Warning signs that China's bull run has ended continued to mount today as investors pulled money out of the market, locking in profits. Beijing is stepping up measures to curb inflation, which has sent the price of everything from garlic to cotton sky high.
In addition to new restrictions on home buying by both locals and foreigners and caps on bank lending, China Daily reports that officials are considering placing limits on food prices and instituting punishments for those found to be speculating on agricultural products. So far this year, the price of sugar has doubled and in some places ginger prices have gone up ten-fold. "China coming back with tightening talk is making the market nervous again," one strategist told Bloomberg. "All the fears are back over China going too far." The fee for Beijing regaining control over prices, may be a steep fall in Chinese equities.
Today food and beverage companies tumbled with Chongqing Brewery diving to the maximum 10% daily limit. Guangxi Guitang, a sugar producer, slumped 5.6% and Nanning Sugar fell 4.4%.
Fears that a cooling economy will require much less in the way of raw materials sent commodities shares sliding. Jiangxi Copper sank 2.9%, PetroChina and Yanzhou Coal Mining both dropped 1.9% and Aluminum Corp. of China slumped 2.8%. Maanshan Iron & Steel plummeted 1.9% and Baoshan Iron & Steel lost 1.2%.
There were also steep falls among pharmaceutical firms with China National Medicines and Kangmei Pharmaceutical both plunging 8.4%. North China Pharmaceutical dived 8.1%.
Property developers closed lower with Sun Hung Kai nosediving 3.1%, Cheung Kong losing 3% and Sino Land falling 2.7%. Virtually no real estate firms were unscathed, having become heavily dependent on Chinese cash to fund projects and boost sales. China Resource Land slumped 2.4%, New World Development declined 1.8% and Henderson Land lost 1.3%.
As in China, commodity companies took a tumble with Jiangxi Copper giving up 8.2% and Chalco, or Aluminum Corp. of China, dropping 3.2%. Even gold miners were down despite whispers that China is considering upping it's gold reserves from the current 1,064 tons it currently holds, according to Global Times. Zijin Mining fell 5.3% and Real Gold Mining lost 3.6%.
Among the many losers in Hong Kong, Skyworth Digital, a Chinese maker of televisions, plunged 7.3% and Tencent, an Internet gaming company, lost 3.9%.

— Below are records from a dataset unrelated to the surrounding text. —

import type { KeptSuggestion } from '../../../shared/schemas/matter-answers.ts';
import type { MatterState } from '../../../shared/schemas/matters.ts';
import { BUILDING_FIELDS } from '../../../shared/schemas/building-fields.ts';
import type { State } from '../../components/ui/state-mark.tsx';

/** The shape of each state of a matter. */
export const MATTER_SHAPES: Readonly<Record<MatterState, State>> = {
  open: 'waiting',
  answered: 'in-hand',
  closed: 'done',
};

/** A building as people say it: its name or address, else its reference. */
export function placeName({
  reference,
  name,
  address,
}: {
  readonly reference: string;
  readonly name: string | null;
  readonly address?: string | null;
}): string {
  const words = name ?? address ?? null;
  return words === null ? reference : `${reference}, ${words}`;
}

/** What a correction suggests, in a sentence. */
export function suggestionWords({ field, value, was }: KeptSuggestion): string {
  const { label } = BUILDING_FIELDS[field];
  const before = was === null ? 'The register does not say.' : `The register said “${was}”.`;
  return `${label}: “${value}”. ${before}`;
}
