import { planDistance } from '../geometry/plan-distance.ts';
import { CATEGORY_SIZE, NAME_SIZE } from './building-labels.ts';
import { CHAINAGE_SIZE } from './chainage-marks.ts';
import { CONTOUR_SIZE } from './contour-labels.ts';
import { labelCorners, type LabelBox } from './label-box.ts';
import { lineMark, type Ink, type Mark, type Spot, type Stroke } from './marks.ts';
import type { PlanLabel } from './plan-labels.ts';

const MM_PER_POINT = 25.4 / 72;
/** From the middle of capitals to where they stand, as a share of their size. */
const RISE = 0.36;
const LEADER: Stroke = { ink: 'ink', width: 0.18 };

/**
 * Words in the middle of a label's ground.
 *
 * Units: size points of print. Valid: any box. Source: [own].
 */
export function wordsIn(
  { middle: [x, y], along: [c, s] }: LabelBox,
  words: string,
  look: { readonly size: number; readonly isStrong?: boolean; readonly ink?: Ink },
): Mark {
  const down = RISE * look.size * MM_PER_POINT;
  const at: Spot = [x - s * down, y + c * down];
  return { kind: 'words', words, at, anchor: 'middle', along: [c, s], ...look };
}

function ground(box: LabelBox, isFramed: boolean): Mark {
  return {
    ...{ kind: 'shape', rings: [labelCorners(box)], isClosed: true, fill: 'paper' },
    ...(isFramed && { stroke: LEADER }),
  };
}

/** A place so near to the words that no line has to lead to it, in mm. */
const NEAR = 2.5;

/** Where a straight line from a place to the middle of an upright box meets its side; null from inside. */
function meets({ middle, halfWide, halfTall }: LabelBox, [x, y]: Spot): Spot | null {
  const [dx, dy] = [x - middle[0], y - middle[1]];
  const share = Math.min(
    dx === 0 ? Infinity : halfWide / Math.abs(dx),
    dy === 0 ? Infinity : halfTall / Math.abs(dy),
  );
  return share >= 1 ? null : [middle[0] + share * dx, middle[1] + share * dy];
}

/**
 * Words in a frame beside a place, with a line that leads to it; without either where they stand on it.
 *
 * Units: mm, size points of print. Valid: an upright box, or one that stands on the place. Source: [own].
 */
export function leadMarks(box: LabelBox, words: string, to: Spot, size: number): Mark[] {
  const from = box.along[0] === 1 ? meets(box, to) : null;
  const isLed = from !== null && planDistance(from, to) > NEAR;
  const lead = isLed ? [lineMark([from, to], LEADER)] : [];
  return [...lead, ground(box, isLed), wordsIn(box, words, { size })];
}

/**
 * The marks of a label that has room on a plan.
 *
 * Units: mm. Valid: a placed label. Source: [own].
 */
export function labelMarks({ kind, words, at, tick }: PlanLabel, box: LabelBox): Mark[] {
  if (kind === 'name') return leadMarks(box, words, at, NAME_SIZE);
  if (kind === 'contour') {
    return [ground(box, false), wordsIn(box, words, { size: CONTOUR_SIZE, ink: 'contour' })];
  }
  if (kind === 'figure') {
    return [ground(box, false), wordsIn(box, words, { size: CATEGORY_SIZE, isStrong: true })];
  }
  const from = meets(box, at);
  const lead = from === null || tick === undefined ? [] : [lineMark([from, at], LEADER)];
  return [
    ...lead,
    ground(box, false),
    wordsIn(box, words, { size: CHAINAGE_SIZE, isStrong: true }),
  ];
}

In Japan, a weaker yen led to a rise in automaker stocks. Mazda leaped 3.1%, Honda climbed 2% and Toyota inched up 0.5%. Bridgestone also had a good day, gaining 3.4%.
A sharp fall in commodity prices dragged Japanese commodity traders lower with Mitsui & Co. falling 1.3% and Mitsubishi losing 0.6%. Mitsubishi Materials, which deals in everything from copper, zinc and gold to cement and aluminum cans, skidded 4%. And as expected, companies reliant on China's growth headed downward -- Komatsu inched down 0.5% and Hitachi Construction Machinery, maker of the giant diggers in China's many mines, slipped 0.2%.